With their relationships with their own investors and their future fundraising ability at stake, therefore, it’s little wonder that buyout firms of all kinds and sizes are reviewing their portfolios in search of suitable candidates for recaps, often in response to prodding by investment banks in search of deal flow. (Restructuring a loan can generate about 1.5 percentage points of the total amount in fees; fees on a junk bond issue can be double that, bankers say.) One partner at a major LBO firm admits he thinks the recap/dividend boom is “a little crazy” but that the pressure to do these deals is hard to resist. “We may end up doing a deal or two, sure,” he concedes.

To avoid repeating the errors of the early 1990s, when debt-laden companies defaulted and filed for bankruptcy, the amount of debt added to balance sheets to finance a shareholder dividend has to be carefully calculated. This is where buyout firms part company with rating agencies and existing investors. “Whenever a market gets too hot, whenever capital is too available, deals get done that shouldn’t be done,” says Henderson Global’s Resis. “There’s at least a risk that we’ll look back in a few years and realize we created a big problem for the whole market and for dozens of companies by allowing our greed for yield to get the better of our judgment.”

Resis bought the Nalco bonds issued when Apollo, Blackstone and Goldman Sachs first completed their buyout of the company from French conglomerate Suez -- but balked at buying the new issue and is still fuming about the dividend deal. “The sponsors reward themselves with a dividend, and we got rewarded with a downgrade on our holdings.” He is hanging on to the bonds, however, hoping that the wind will be at Nalco’s back for the next few years. “The consequences of a bad decision by the sponsors for the company aren’t going to be seen immediately,” he notes. “It’s going to take a while; we’ll see how Nalco does when the economy isn’t strengthening and when they start having to pay cash dividends on this new debt in five years.”

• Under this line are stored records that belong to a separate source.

def weighting_tests(fs: float, cls: int, quick: bool, notes: list[str]) -> list[TestResult]:
    """A, C and Z weighting at the one-third-octave frequencies 10 Hz..20 kHz below fs/2,
    then the frequency and time weightings at 1 kHz.

    ``quick`` keeps the octave frequencies (every third row from 31.5 Hz), 10 Hz and the
    highest frequency below fs/2.
    """
    testable = [i for i in range(len(WEIGHTING_LIMITS)) if exact_third_octave_hz(i) < fs / 2]
    above = [WEIGHTING_LIMITS[i][0] for i in range(len(WEIGHTING_LIMITS)) if i not in testable]
    if above:
        notes.append(
            f"frequency weightings: {above[0]:g} Hz to {above[-1]:g} Hz are not below fs/2 = "
            f"{fs / 2:g} Hz: not tested (a recording at this rate holds nothing there, so a "
            "class statement over the full IEC 61672-1 range is not possible at this rate)")
    rows = []
    for i in testable:
        if quick and i not in (0, testable[-1]) and (i - 5) % 3:
            continue
        nominal, *lims = WEIGHTING_LIMITS[i]
        f = exact_third_octave_hz(i)
        lo, hi = _limits(cls, *lims)
        levels = steady_levels(fs, f, WEIGHTING_AMPLITUDE, ("LAeq", "LCeq", "LZeq"))
        for letter in "ACZ":
            goal = _clean(analytic_response_db(letter, f))
            measured = levels[f"L{letter}eq"] - _dbfs(WEIGHTING_AMPLITUDE)
            rows.append(TestResult(f"{letter} weighting {nominal:g} Hz ({f:.2f} Hz)",
                                   _weighting_follows(cls), goal, measured, goal + lo,
                                   goal + hi, "weighting"))
    return rows + at_1khz_tests(fs)


def at_1khz_tests(fs: float) -> list[TestResult]:
    """Steady 1 kHz sine at -20 dBFS: LC and LZ re LA, LAF and LAS (max and min over the
    steady span, the one further off) re LAeq."""
    follows = (
        "IEC 61672-3 frequency and time weightings at 1 kHz (steady electrical 1 kHz sine); "
        "expected 0 dB (IEC 61672-1 definitions); limits: IEC 61672-1:2013 5.5.9 (+-"
        f"{AT_1KHZ_WEIGHTING_LIMIT_DB} dB, C and Z re A) and 5.8.3 (+-{AT_1KHZ_TIME_LIMIT_DB} "
        "dB, F and S re the time average), class 1 and 2, from memory, unconfirmed")
    x = sine(fs, 1000.0, 2.0 * SETTLE_S + 1.0, WEIGHTING_AMPLITUDE)
    _, intervals = analyse(x, fs, AnalysisSettings(interval_s=SETTLE_S))
    steady = intervals[1:]
    la = _interval_average(steady, "LAeq")
    rows = []
    for key in ("LCeq", "LZeq"):
        rows.append(TestResult(f"1 kHz: {key[:2]} - LA", follows, 0.0,
                               _interval_average(steady, key) - la,
                               -AT_1KHZ_WEIGHTING_LIMIT_DB, AT_1KHZ_WEIGHTING_LIMIT_DB,
                               "weighting"))
    for letter in ("F", "S"):
        extremes = [_level(iv, f"LA{letter}{what}") - la for iv in steady
                    for what in ("max", "min")]
        rows.append(TestResult(f"1 kHz: LA{letter} (max, min) - LAeq, further off", follows,
                               0.0, max(extremes, key=abs), -AT_1KHZ_TIME_LIMIT_DB,
                               AT_1KHZ_TIME_LIMIT_DB, "weighting"))
    return rows


# ------------------------------------------------------------------------------------------
# IEC 61672: level linearity


def _linearity_levels(subtype: str, quick: bool) -> list[float]:
    """Levels tested, dBFS: 0 to -5 in 1 dB steps, then 5 dB steps down to the format's
    bottom (IEC 61672-3 pattern, from memory); quick: 20 dB steps (24-bit) or the top, the
    reference and the bottom (16-bit)."""
    bottom = linearity_bottom_dbfs(subtype)
    if quick:
        if subtype == "PCM_16":
            return [0.0, LINEARITY_REFERENCE_DBFS, bottom]
        return [float(-d) for d in range(0, int(-bottom) + 1, 20)] + (
            [bottom] if bottom % 20 else [])
    top = [float(-d) for d in range(0, 5)]
    return top + [float(-d) for d in range(5, int(-bottom) + 1, 5)]


def linearity_tests(fs: float, cls: int, quick: bool, notes: list[str]) -> list[TestResult]:
    """Level linearity of each sample format of :data:`SAMPLE_FORMATS` over its dynamic range.

    A steady sine (8 kHz, or 1 kHz at low rates) is quantised to the format and analysed;
    expected is the reading at the reference level -20 dBFS plus the change of input level
    (IEC 61672-1 level linearity deviation). Quick: PCM_24 and PCM_16 only.
    """
    limit = LINEARITY_LIMIT_DB[cls]
    step_limit = STEP_LIMIT_DB[cls]
    f = linearity_hz(fs)
    if f != LINEARITY_HZ:
        notes.append(f"level linearity: tested at {f:g} Hz, as {LINEARITY_HZ:g} Hz is not "
                     f"below 0.4 fs = {0.4 * fs:g} Hz")
    follows = (
        f"IEC 61672-3 level linearity on the reference level range (the software has one), "
        f"steady electrical {f:g} Hz sine (IEC 61672-3: 8 kHz, from memory) quantised to the "
        "sample format (PCM with TPDF dither), over its dynamic range (PCM down to 20 dB "
        "above the dithered noise floor); expected: reading at -20 dBFS + change of input "
        f"level; limits: IEC 61672-1:2013 5.6 class {cls}, +-{limit} dB, and "
        f"+-{step_limit} dB for each 1 dB to 10 dB step, from memory, unconfirmed")
    rows = []
    for subtype in SAMPLE_FORMATS if not quick else ("PCM_24", "PCM_16"):
        levels = _linearity_levels(subtype, quick)
        if LINEARITY_REFERENCE_DBFS not in levels:
            levels = sorted([*levels, LINEARITY_REFERENCE_DBFS], reverse=True)
        read = {lv: steady_levels(fs, f, 10.0 ** (lv / 20.0), ("LAeq",),
                                  subtype=subtype)["LAeq"] for lv in levels}
        ref = read[LINEARITY_REFERENCE_DBFS]
        for lv in levels:
            expected = ref + lv - LINEARITY_REFERENCE_DBFS
            rows.append(TestResult(f"{subtype} {f / 1000:g} kHz at {lv:g} dBFS: LAeq", follows,
                                   expected, read[lv], expected - limit, expected + limit,
                                   "linearity"))
        steps = [(read[a] - read[b]) - (a - b) for a, b in zip(levels[:-1], levels[1:],
                                                                 strict=True)
                 if a - b <= 10.0]
        if steps:
            rows.append(TestResult(
                f"{subtype}: worst deviation of a 1..10 dB step ({len(steps)} steps)",
                follows, 0.0, max(steps, key=abs), -step_limit, step_limit, "linearity"))
    return rows


# ------------------------------------------------------------------------------------------
# IEC 61672: tone bursts


def _burst_follows(cls: int, carrier: float) -> str:
    return (
        f"IEC 61672-3 toneburst response, single {carrier:g} Hz bursts (IEC 61672-1: 4 kHz) "
        "starting and ending at zero crossings; expected: IEC 61672-1:2013 Table 4 reference "
        "responses, 10 lg(1 - exp(-Tb/tau)) (F 0.125 s, S 1 s) and 10 lg(Tb/1 s) (LAE), "
        f"computed; limits: Table 4 class {cls}, from memory, unconfirmed (low confidence)"
    )


def _steady_la(fs: float, carrier: float) -> float:
    return steady_levels(fs, carrier, BURST_AMPLITUDE, ("LAeq",))["LAeq"]


def _carrier_note(fs: float, carrier: float, notes: list[str]) -> None:
    text = (f"tone bursts and decay rates: carrier {carrier:g} Hz instead of 4 kHz (4 kHz is "
            f"above fs/4 = {fs / 4:g} Hz)")
    if carrier != BURST_HZ and text not in notes:
        notes.append(text)


def burst_tests(fs: float, cls: int, quick: bool, notes: list[str]) -> list[TestResult]:
    """LAFmax, LASmax and LAE of single tone bursts relative to the steady level LA.

    References: 10 lg(1 - exp(-Tb/tau)) (tau 0.125 s F, 1 s S) and 10 lg(Tb / 1 s), Tb the
    true duration of the whole cycles. ``quick`` keeps 1000, 100, 10, 1 and 0.25 ms. Bursts
    shorter than one cycle of the carrier are left out (noted).
    """
    carrier = burst_carrier_hz(fs)
    _carrier_note(fs, carrier, notes)
    follows = _burst_follows(cls, carrier)
    la = _steady_la(fs, carrier)
    rows, skipped = [], []
    for tb_ms, lo1, hi1, lo2, hi2, has_s in BURST_LIMITS:
        if quick and tb_ms not in (1000, 100, 10, 1, 0.25):
            continue
        if tb_ms / 1000.0 * carrier < 1.0 - 1e-9:
            skipped.append(f"{tb_ms:g} ms")
            continue
        lo, hi = _limits(cls, lo1, hi1, lo2, hi2)
        cycles = round(tb_ms / 1000.0 * carrier)
        tb = cycles / carrier  # true duration of the burst, s
        x = tone_burst(fs, carrier, tb, BURST_AMPLITUDE, lead_s=0.3, tail_s=0.3)
        overall, _ = analyse(x, fs)
        refs = [("LAFmax", 10 * math.log10(1 - math.exp(-tb / TAU_S["F"])), "LAFmax - LA"),
                ("LAE", 10 * math.log10(tb / 1.0), "LAE - LA")]
        if has_s:
            refs.insert(1, ("LASmax", 10 * math.log10(1 - math.exp(-tb / TAU_S["S"])),
                            "LASmax - LA"))
        for key, ref, what in refs:
            rows.append(TestResult(f"tone burst {tb_ms:g} ms: {what}", follows, ref,
                                   _level(overall, key) - la, ref + lo, ref + hi, "bursts"))
    if skipped:
        notes.append(f"tone bursts: {', '.join(skipped)} not tested (shorter than one cycle "
                     f"of the {carrier:g} Hz carrier)")
    return rows
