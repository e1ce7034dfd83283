/**
 * The change log's rows: one audit entry as the table shows it, and the rows as CSV.
 *
 * Invariant: pure functions of the entries (no Angular), so the words and the CSV can be checked without a browser.
 */
import type { Cell } from '@shared/engine';
import type { AuditEntry } from './desk-service';
import { cellWords } from './grid-model';

export interface ChangeRow {
  id: number;
  at: string;
  who: string;
  entity: string;
  taxon: string;
  trait: string;
  before: string;
  after: string;
  reason: string;
}

const ENTITY_WORDS: Readonly<Record<string, string>> = {
  cell: 'cell',
  taxon: 'taxon',
  trait: 'trait',
  'trait-value': 'trait value',
  import: 'import',
  edition: 'edition',
  photo: 'photo',
};

function isCell(value: unknown): value is Cell {
  return value === 'unknown' || value === 'inapplicable' || (typeof value === 'object' && value !== null && !Array.isArray(value));
}

/** Words for a value before or after a change; codes stand for labels (the log outlives label changes). */
function valueWords(entity: string, action: string, value: unknown): string {
  if (value === null || value === undefined) return entity === 'cell' ? cellWords({}, 'unknown') : '—';
  if (entity === 'cell' && isCell(value)) return cellWords({}, value);
  if (typeof value === 'object' && value !== null) {
    const record = value as Record<string, unknown>;
    const name = record['title'] ?? record['scientificName'] ?? record['label'] ?? record['code'] ?? record['id'];
    if (typeof name === 'string') return record['retired'] === true ? `${name} (retired)` : name;
  }
  return action;
}

/** One audit entry as a row of the change log. */
export function changeRow(entry: AuditEntry): ChangeRow {
  const [first = '', second = ''] = entry.entityKey.split('/');
  const taxon = entry.entity === 'cell' || entry.entity === 'taxon' || entry.entity === 'photo' ? first : '';
  const trait = entry.entity === 'cell' ? second : entry.entity === 'trait' || entry.entity === 'trait-value' ? entry.entityKey : '';
  return {
    id: entry.id,
    at: entry.at,
    who: entry.actor.email ?? 'the system',
    entity: ENTITY_WORDS[entry.entity] ?? entry.entity,
    taxon: entry.entity === 'edition' ? `edition ${entry.entityKey}` : taxon,
    trait,
    before: valueWords(entry.entity, entry.action, entry.before),
    after: valueWords(entry.entity, entry.action, entry.after),
    reason: entry.reason,
  };
}

/**
 * One CSV field: quoted when it holds a comma, quote or line break (RFC 4180), and led by an apostrophe
 * when it starts like a formula, so a spreadsheet shows it as text instead of running it (the OWASP
 * guidance on CSV injection).
 */
function csvField(raw: string): string {
  const value = /^[=+\-@\t\r]/.test(raw) ? `'${raw}` : raw;
  return /[",\r\n]/.test(value) ? `"${value.replace(/"/g, '""')}"` : value;
}

/** The rows as CSV (RFC 4180 quoting), with a header line. */
export function changesCsv(rows: readonly ChangeRow[]): string {
  const header = ['when', 'who', 'what', 'taxon', 'trait', 'before', 'after', 'reason'];
  const lines = rows.map((row) => [row.at, row.who, row.entity, row.taxon, row.trait, row.before, row.after, row.reason].map(csvField).join(','));
  return [header.join(','), ...lines].join('\r\n') + '\r\n';
}
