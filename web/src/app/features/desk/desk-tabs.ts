import { ChangeDetectionStrategy, Component } from '@angular/core';
import { RouterLink, RouterLinkActive } from '@angular/router';

/** The links between the Matrix desk's pages. */
@Component({
  selector: 'sv-desk-tabs',
  imports: [RouterLink, RouterLinkActive],
  template: `
    <nav class="desk-tabs" aria-label="Matrix desk">
      <a routerLink="/desk" routerLinkActive="active" [routerLinkActiveOptions]="{ exact: true }" ariaCurrentWhenActive="page">Working matrix</a>
      <a routerLink="/desk/editions" routerLinkActive="active" ariaCurrentWhenActive="page">Editions</a>
      <a routerLink="/desk/changes" routerLinkActive="active" ariaCurrentWhenActive="page">Change log</a>
    </nav>
  `,
  styles: `
    .desk-tabs {
      display: flex;
      flex-wrap: wrap;
      gap: 4px 16px;
      margin: 4px 0 12px;
      font: var(--mat-sys-label-large);
    }
    a {
      padding: 6px 2px;
      border-bottom: 2px solid transparent;
      color: var(--mat-sys-on-surface);
    }
    a.active {
      border-bottom-color: var(--mat-sys-primary);
      font-weight: 700;
    }
  `,
  changeDetection: ChangeDetectionStrategy.OnPush,
})
export class DeskTabs {}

In rating the new bonds, Moody’s noted that Nalco will need to generate at least $100 million to $125 million of free cash flow in each of the next two years to avoid a ratings downgrade. For 2003, according to Nalco’s latest earnings release, the company’s cash flow after capital spending, business purchases and other investing activities totaled $84.9 million. Nalco’s sponsors insist that even with the additional leverage, the company is more than able to fund its obligations.

The biggest risk facing LBO portfolio companies and their creditors, argues S&P’s Donnelly, is that the less equity the buyout firms have at stake, the easier it is for them to walk away from a company when trouble hits. “The greater their remaining equity stake in the company, the greater interest they have in investing time, energy and money to turn it around rather than letting it collapse,” he says. “If they have no remaining investment to protect because they’ve pulled out all the equity they put in, well, there’s no investment to protect any more.”

LBO general partners pooh-pooh Donnelly’s concerns. They point out that if they get a reputation for overleveraging portfolio companies and then leaving them to their fate, they won’t be able to execute new deals. Indeed, even as investors like Resis balk at putting capital into dividend deals like Nalco’s, enough of his peers are willing to invest to keep the trend going, even if it slows down slightly while markets brace for higher interest rates. In that context the only thing that will stop the recap trend from being carried to excess is discipline on the part of the LBO firms, says Morgan Joseph’s Crooks. “You can’t keep on and on doing this with your portfolio company” without swapping short-term risk reduction for the LBO firm with an unacceptable risk to the portfolio company in the longer term. At some point, Crook argues, the market will shift to talking about the impact of all that new leverage on the portfolio companies.

“This is well within our comfort zone and the company’s comfort zone,” says one participant in the Nalco deal. “As long as we don’t jeopardize the overall health and welfare of the company by forcing it to cut back on capital spending to fund its debt, then it’s not a crisis. All we’re doing is redeploying capital efficiently -- we’re being smart capitalists.”